I’ve heard these kinds of things as well. One anecdote was an ops team that were reviewing their monthly review of their performance of their tickets and were they closing them on time. They looked at their things, and the number of provisioning tickets that they had had basically trended from whatever it was to a tiny fraction of it. It basically disappeared, and they went, “Oh, it must be a bug. Something’s gone wrong with the way we collect this data.”

So they went back and they said, “Yeah, but I can’t remember the last time I deployed a machine.” This is clicking-buttons-on-VMware-off-a-trouble-ticket kind of deploys.

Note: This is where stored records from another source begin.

fn sweep(args: &SweepArgs) -> Result<String, String> {
    use sagtrip::sweep::{
        boundary_line, log_durations, point_line, refine_boundary, run_points, shard, Grid,
    };
    let (circuit, name) = load_circuit(args.circuit.as_deref())?;
    let options = args.limits.options(args.nominal.as_deref())?;
    let mut levels = level_range(&args.levels, "levels")?;
    if levels.iter().any(|&l| l >= 100.0) {
        return Err("--levels: dip levels are below 100% (use --swells above it)".into());
    }
    let swells = args
        .swells
        .as_deref()
        .map(|s| level_range(s, "swells"))
        .transpose()?
        .unwrap_or_default();
    if swells.iter().any(|&l| l <= 100.0) {
        return Err("--swells: swell levels are above 100%".into());
    }
    levels.extend(&swells);
    let phases: Vec<f64> = args
        .phases
        .split(',')
        .map(|p| p.trim().parse::<f64>())
        .collect::<Result<_, _>>()
        .map_err(|_| format!("--phases {}: expected degrees, e.g. 0,90", args.phases))?;
    let (k, n) = args
        .shard
        .as_deref()
        .map(shard_option)
        .transpose()?
        .unwrap_or((1, 1));
    if args.resume && args.out.is_none() {
        return Err("--resume needs --out DIR (the folder of the sweep to continue)".into());
    }
    let started = Instant::now();
    let settled =
        sagtrip::scenario::settle(&circuit, &options).map_err(|e| format!("{name}: {e}"))?;
    let settle_wall = started.elapsed().as_secs_f64();
    let frequency = settled.frequency_hz;
    let (first, last) = args.durations.split_once(':').ok_or_else(|| {
        format!(
            "--durations {}: expected SHORTEST:LONGEST, e.g. 0.5cyc:10s",
            args.durations
        )
    })?;
    let first = duration_option(first, "durations", frequency)?;
    let last = duration_option(last, "durations", frequency)?;
    if first <= 0.0 || last < first || args.duration_count == 0 {
        return Err("--durations: need 0 < SHORTEST <= LONGEST and a positive count".into());
    }
    let grid = Grid {
        levels_pct: levels,
        durations_s: log_durations(first, last, args.duration_count),
        phases_deg: phases,
    };
    let settings = serde_json::json!({
        "circuit": name,
        "title": circuit.title,
        "nominal_rms_v": settled.rms,
        "frequency_hz": frequency,
        "levels_pct": grid.levels_pct,
        "swells": !swells.is_empty(),
        "durations_s": grid.durations_s,
        "phases_deg": grid.phases_deg,
        "resolution_pct": args.resolution,
        "refine": !args.no_refine,
        "shard": format!("{k}/{n}"),
    });
    let (journal, done_points, done_boundary, done_durations) = match &args.out {
        Some(dir) => {
            let (j, p, b, d) = Journal::open(dir, &settings, args.resume)?;
            (Some(j), p, b, d)
        }
        None => (None, Vec::new(), Vec::new(), Vec::new()),
    };

    // This shard's points not yet in the journal.
    let mine = shard(&grid.points(), k, n);
    let todo: Vec<(f64, f64, f64)> = mine
        .iter()
        .copied()
        .filter(|&(l, d, p)| {
            !done_points
                .iter()
                .any(|x| x.level_pct == l && x.duration_s == d && x.phase_deg == p)
        })
        .collect();
    let bar = if args.quiet {
        indicatif::ProgressBar::hidden()
    } else {
        indicatif::ProgressBar::new(todo.len() as u64)
    };
    bar.set_style(
        indicatif::ProgressStyle::with_template(
            "{bar:40} {pos}/{len} points, {elapsed} elapsed, about {eta} left",
        )
        .unwrap_or_else(|_| indicatif::ProgressStyle::default_bar()),
    );
    let fresh = run_points(&settled, &circuit, &todo, DEFAULT_EDGE_S, &|p| {
        if let Some(j) = &journal {
            Journal::append(&j.points, &point_line(p));
        }
        bar.inc(1);
    });
    bar.finish_and_clear();
    let mut points = done_points;
    points.extend(fresh);

    // Boundaries for this shard's durations not yet in the journal.
    let mut boundaries = done_boundary;
    let my_durations = shard(&grid.durations_s, k, n);
    let mut sides: Vec<(&str, (f64, f64))> = Vec::new();
    if !args.no_refine {
        sides.push(("dip", (0.0, 100.0)));
        if !swells.is_empty() {
            sides.push((
                "swell",
                (100.0, swells.iter().copied().fold(100.0, f64::max)),
            ));
        }
    }
    // The durations of the level boundaries, and the levels of the duration boundary,
    // still to refine.
    let level_todo: Vec<(&str, (f64, f64), f64)> = sides
        .iter()
        .flat_map(|&(side, range)| my_durations.iter().map(move |&d| (side, range, d)))
        .filter(|(side, _, d)| {
            !boundaries
                .iter()
                .any(|(s, b)| s == side && b.duration_s == *d)
        })
        .collect();
    let mut durations_done = done_durations;
    let duration_todo: Vec<f64> = if args.no_refine {
        Vec::new()
    } else {
        shard(&grid.levels_pct, k, n)
            .into_iter()
            .filter(|l| !durations_done.iter().any(|b| b.level_pct == *l))
            .collect()
    };
    let bar = if args.quiet {
        indicatif::ProgressBar::hidden()
    } else {
        indicatif::ProgressBar::new((level_todo.len() + duration_todo.len()) as u64)
    };
    bar.set_style(
        indicatif::ProgressStyle::with_template(
            "{bar:40} {pos}/{len} boundary points ({msg}), {elapsed} elapsed, about {eta} left",
        )
        .unwrap_or_else(|_| indicatif::ProgressStyle::default_bar()),
    );
    for (side, range, d) in level_todo {
        bar.set_message(format!("{side} level at {}", short_duration(d)));
        {
            let b = refine_boundary(
                &settled,
                &circuit,
                d,
                &grid.phases_deg,
                range,
                args.resolution,
                DEFAULT_EDGE_S,
            )
            .map_err(|e| format!("{name}: {side} boundary at {}: {e}", short_duration(d)))?;
            if let Some(j) = &journal {
                Journal::append(&j.boundary, &boundary_line(side, &b));
            }
            boundaries.push((side.to_string(), b));
            bar.inc(1);
        }
    }
    let known = sagtrip::sweep::cells(&points);
    let range = (
        grid.durations_s
            .iter()
            .copied()
            .fold(f64::INFINITY, f64::min),
        grid.durations_s.iter().copied().fold(0.0, f64::max),
    );
    for level in duration_todo {
        bar.set_message(format!("longest ride-through at {level}%"));
        let b = sagtrip::sweep::refine_duration_boundary(
            &settled,
            &circuit,
            level,
            &grid.phases_deg,
            range,
            &known,
            DEFAULT_EDGE_S,
        )
        .map_err(|e| format!("{name}: longest ride-through: {e}"))?;
        if let Some(j) = &journal {
            Journal::append(
                &j.duration_boundary,
                &sagtrip::sweep::duration_boundary_line(&b),
            );
        }
        durations_done.push(b);
        bar.inc(1);
    }
    bar.finish_and_clear();
    let wall = started.elapsed().as_secs_f64();
    report_sweep(
        &SweepReport {
            name: &name,
            title: &circuit.title,
            grid: &grid,
            points: &points,
            boundaries: &boundaries,
            duration_boundary: &durations_done,
            frequency_hz: frequency,
            resolution_pct: args.resolution,
            shard: (k, n),
            wall_s: wall,
            settle_wall_s: Some(settle_wall),
        },
        args.out.as_deref(),
        args.plot.as_deref(),
        args.json,
    )
}
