def test_unidentified_combinations_are_listed():
    """A latent confounder u of x and y: with u -> y drawn there is no adjustment set
    (and no front-door or instrument in this small graph)."""
    names, edges = ["x", "y", "u"], [("u", "x"), ("x", "y")]
    w, fac = dispute_workshop(dispute_document(names, edges, latent=("u",)))
    apply_command(w, fac, {"type": "set_stage", "stage": "debating"}, now=1)
    apply_command(w, fac, {"type": "propose", "kind": "add", "from": "u", "to": "y"}, now=1)
    report = analyse_workshop(w)["disputes"]
    assert report["not_identified_count"] == 1
    assert report["not_identified"] == [[["u", "y"]]]
    assert report["robust_sets"] == []


def test_more_than_twelve_disputes_are_sampled_with_a_stated_seed():
    names = ["x", "y"] + [f"c{i}" for i in range(13)]
    edges = [("x", "y")] + [(f"c{i}", "y") for i in range(13)]
    diagram = parse_document(dispute_document(names, edges))
    items = [{"pair": sorted([f"c{i}", "y"]), "options": [[f"c{i}", "y"], None], "why": [], "current": 0}
             for i in range(13)]
    report = dispute_report(diagram, items, analyze(diagram))
    assert report["combinations_total"] == 2 ** 13
    assert report["sampled"] is True
    assert report["combinations_checked"] == 4096
    assert str(report["seed"]) in report["note"]
    assert all(not i["decisive"] for i in report["items"])


def _addable_arrows(names, edges):
    """Every arrow not drawn (either way) whose addition keeps the diagram acyclic, by networkx."""
    g = nx.DiGraph(edges)
    g.add_nodes_from(names)
    linked = {frozenset(e) for e in edges}
    return [(u, v) for u, v in itertools.permutations(names, 2)
            if frozenset((u, v)) not in linked and not nx.has_path(g, v, u)]
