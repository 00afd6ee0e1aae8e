"""A strict stand-in for a DAQ card behind the nidaqmx package, and tests that it is strict.

The vendor runtime cannot be installed here, so the DAQ back-end is tested against
:class:`StandInCard`: every task, channel collection, timing, trigger, stream and
stream-reader/writer object is ``unittest.mock.create_autospec`` of the installed nidaqmx
class, so a wrong method name or argument fails exactly as it would on the real package.
Behind the autospecs the card behaves like a loopback bench:

* it accepts only sample rates ``master / k`` (a delta-sigma card's habit) and reports the
  rate it chose through ``timing.samp_clk_rate``;
* the output task plays its written samples from the input task's start trigger onward;
  each input channel is a gain, a fixed delay (samples) and an offset applied to that
  output, plus a little seeded noise;
* it checks array shapes, dtypes and memory order (float64, C-contiguous,
  (channels, samples)), free space before writes, call order (timing, buffer and
  regeneration configured before start; the triggered output started before the input),
  the start-trigger terminal, and that every task is closed; each breach is appended to
  ``violations`` (and raised where the real library would raise);
* time runs ``speed`` times faster than real time; reading later than the input buffer
  allows raises DAQmx error -200279, an output that runs dry raises -200290 on the next
  write, as the library does.

Imported by name from the other DAQ tests (tests are not a package).
"""

from __future__ import annotations

import inspect
import time
import warnings
from dataclasses import dataclass, field
from typing import Any
from unittest import mock

import numpy as np
import pytest

import nidaqmx
import nidaqmx.constants as c
import nidaqmx.errors
import nidaqmx.stream_readers
import nidaqmx.stream_writers
import nidaqmx.system
from nidaqmx.task._in_stream import InStream
from nidaqmx.task._out_stream import OutStream
from nidaqmx.task._timing import Timing
from nidaqmx.task.collections import AIChannelCollection, AOChannelCollection
from nidaqmx.task.triggering import StartTrigger, Triggers

DEVICE = "Dev1"
# the real classes, kept before any test replaces the package's names with stand-ins
TASK = nidaqmx.Task
READER = nidaqmx.stream_readers.AnalogMultiChannelReader
WRITER = nidaqmx.stream_writers.AnalogSingleChannelWriter


def _bound(real: Any, args: tuple, kwargs: dict) -> dict[str, Any]:
    """The call's arguments by name, defaults filled in, as the real method would see them."""
    ba = inspect.signature(real).bind(None, *args, **kwargs)
    ba.apply_defaults()
    return dict(list(ba.arguments.items())[1:])


@dataclass
class TaskState:
    name: str
    ai: list[dict[str, Any]] = field(default_factory=list)
    ao: list[dict[str, Any]] = field(default_factory=list)
    timing: dict[str, Any] | None = None
    rate_hz: float = 0.0
    trigger: str | None = None
    started: bool = False
    stopped: bool = False
    closed: bool = False
    read_index: int = 0
    written: int = 0
    t0: float = 0.0
    underflow: bool = False
    task: Any = None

So they bent back and talked to the developers and they said, “Oh yeah, the last bunch of machines we got you to provision — we stuck Docker on them, and now we’re just doing our own deploys as often as we like.” And, “Yeah, thanks. Every now and again we’ll need another one so don’t forget how to provision machines, but we’re not asking for 10 new machines a day. We’re doing hundreds of deploys a day without involving you.”

They were kind of going, “Well, I guess that’s good, but what am I here for now?” There’s that sense of automating things out of existence as a good thing, but you have to deal with the way that the workflows move around.

Credit: Slideshare / Adrian Cockcroft

The future: open source and SaaS

You’ve been away from Netflix for a while, and you’re at Battery now. What’s are you seeing as you’re engaging with what Battery’s portfolio companies?

One of the things I do is act as a consultant to the CTO of companies, and a lot of these companies are SaaS across a bunch of different industries. They go through this thing where you start off building, a Ruby on Rails backend or something, and eventually it gets a bit bigger, and they need to scale it. So some of them I’m helping scale off of a single backend database.

Or they’ve realized that their AWS bill is finally getting to be big enough that they should pay attention to tuning down a bit. My gut feel there is when your Amazon bill is about the same as what it costs to hire an engineer you go, “You know what? Before that doubles I want to just shrink it down and hire another engineer instead of spending the money on infrastructure.”

Sometimes I’m helping them with speeding up development, sometimes with migrations to cloud or between cloud vendors, and sometimes scalability and cost reduction. I’ve got some slides I’ve been using on how to optimize your build-out. Those are, generally, me acting as a technical consultant across the field.

“There’s lots and lots of pieces of our daily lives, and of industries’ daily lives, that are done with horrible, boring software that’s going to be replaced by a SaaS provider at some point.”

Are you seeing now in companies that that the technology is fundamentally different or better? What’s the shift in what’s happening in startups today compared to 10 years ago?

One of the things is that everything is open source. Your hardware is all cloud. Your cost of building something is really tiny now.

There was a conference for children called HackKidCon last year. I did a talk called, “How to be a data scientist for a dollar.” My point was to teach these kids that they could actually go, for less than a dollar spent, they could actually go and create an account on a cloud vendor, and provision Hadoop clusters, and learn to write MapReduce, or learn to use Spark, or learn to do things which a few years before would’ve been a hundred-person team and millions of dollars to just think about. All this stuff is available instantly, and I talked them through some of that.

The fun thing was that I actually had Google Glass and I put it on the head of this 12-year-old boy, and the video is bascially him watching me give the talk, recorded on Google Glass. It’s a kid’s eye view of the event.